Guidance: FY18 adj EPS >$15 (>+24%) incl $2 benefit from tax reform, ex 0.72 unfavourable items, >+8% ex tax reform, mgmt. optimistic “over time” they can move up to low double digit EPS growth.
Recently Amazon, JP Morgan, and Berkshire Hathaway announced a venture to lower healthcare costs for their employees, ANTM’s net profit margin in FY17 was 3.6%, not likely a target.
3Q17 2.65 vs 2.45, est 2.42
Adj EPS excludes items .15 vs (.15)
Revs +4.6% to 22.1bn, Benefit expense ratio 87% vs 85.5%
Medical enrollment +0.9% to 40.3m
FY Guidance raised, adj EPS 11.90-12.00
ANTM announced launch of a PBM to start in 2020, see it as a growth driver.
2Q17 3.37 vs 3.33, est 3.25
Adj EPS excludes .21 of negative items
Revs +4.3% to 22.2bn, Benefit expense ratio 86.1% bs 84.2%
Medical enrollment +1.6% to 39.8m
Increased dividend from 2.60 to 2.80
FY Guidance: Revs 88.5-89.5bn, EPS >11.70, benefit expense ratio unchanged at 87% +/- 30 bps, raised guidance reflects improved results in “Commercial Local Group business and reflects the uncertain nature of the Individual ACA-compliant marketplace” and does not factor in lower drug pricing they believe they are entitled to.
Decent results, company trading at a discount to the market and in line with a historical market average
1Q17 4.68 vs 3.46, est: 3.86
Adj EPS excludes .95 of adjustment items
Revs +9.9% to 22.3bn due to premium increases and higher enrollment in Medicaid, Medicare, and Local Group and self-funded.
Benefit expense ratio 83.7% vs 81.8% due to 1 year waiver of the health insurance tax in 2017 and higher medical costs in Medicaid.
SG&A expense ratio 14.3% vs 15.8% due to efficiency initiatives and fixed cost leverage.
Medical enrollment +1.8% to 40.6m members, better than mgmt expected.

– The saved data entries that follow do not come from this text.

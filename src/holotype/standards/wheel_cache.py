"""holotype's own wheel cache: the wheels `recreate` fetched, kept by file name (whose tags and build say
which build it is), so a second recreate installs offline and `pins --to pylock` can hash them."""

from __future__ import annotations

import os
from pathlib import Path


def wheel_cache() -> Path:
    """$HOLOTYPE_CACHE_DIR/wheels, else `wheels` in the platform's user cache folder for holotype."""
    override = os.environ.get("HOLOTYPE_CACHE_DIR")
    if override:
        return Path(override) / "wheels"
    from platformdirs import user_cache_dir

    return Path(user_cache_dir("holotype", appauthor=False)) / "wheels"
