"""requirements.txt lines (PEP 508 direct references, PEP 440 exact pins) for the locked packages."""

from __future__ import annotations

import os

from holotype import __version__
from holotype.records import LockContents, PackageRecord


def expand_home(url: str) -> str:
    """Undo the lock's file://~/ shorthand for the machine exporting it."""
    if url.startswith("file://~/"):
        return "file://" + os.path.expanduser("~/") + url[len("file://~/"):]
    return url


def requirement_line(pkg: PackageRecord) -> str:
    """One pinned requirement (PEP 508 / PEP 440 ===-free exact pin, or a direct reference for non-index origins)."""
    o = pkg.origin
    if o.kind == "vcs" and o.url and o.commit:
        sub = f"#subdirectory={o.subdirectory}" if o.subdirectory else ""
        return f"{pkg.name} @ {o.vcs}+{o.url}@{o.commit}{sub}"
    if o.kind == "archive" and o.url:
        frag = f"#{o.archive_hash}" if o.archive_hash and "#" not in o.url else ""
        return f"{pkg.name} @ {o.url}{frag}"
    if o.kind in ("directory", "editable") and o.url:
        return f"{pkg.name} @ {expand_home(o.url)}"
    return f"{pkg.name}=={pkg.version}"


def export_requirements(lock: LockContents) -> str:
    lines = [f"# Exact pins exported by holotype {__version__} from holotype.lock (recorded {lock.recorded}),",
             f"# Python {lock.interpreter.version} on {lock.platform.system} {lock.platform.machine}."]
    lines += [requirement_line(lock.packages[name]) for name in sorted(lock.packages)]
    return "\n".join(lines) + "\n"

Gov’t bus 54% of revs but only 20% of operating gain, commercial & specialty margin 12.7%, gov’t was 2.6%
FY Guidance: Revs 88-89bn (est 87.2), adj EPS>11.60 (vs 11.00, est 11.58), benefit expense ratio ~87% +/- 30 bp
Solid results, and solid balance sheet, FY guidance implies room for some softness (possibly conservatism) in earnings and enrollment for remainder of the year due to the newness of certain membership and the lack of clarity on morbidity in that population.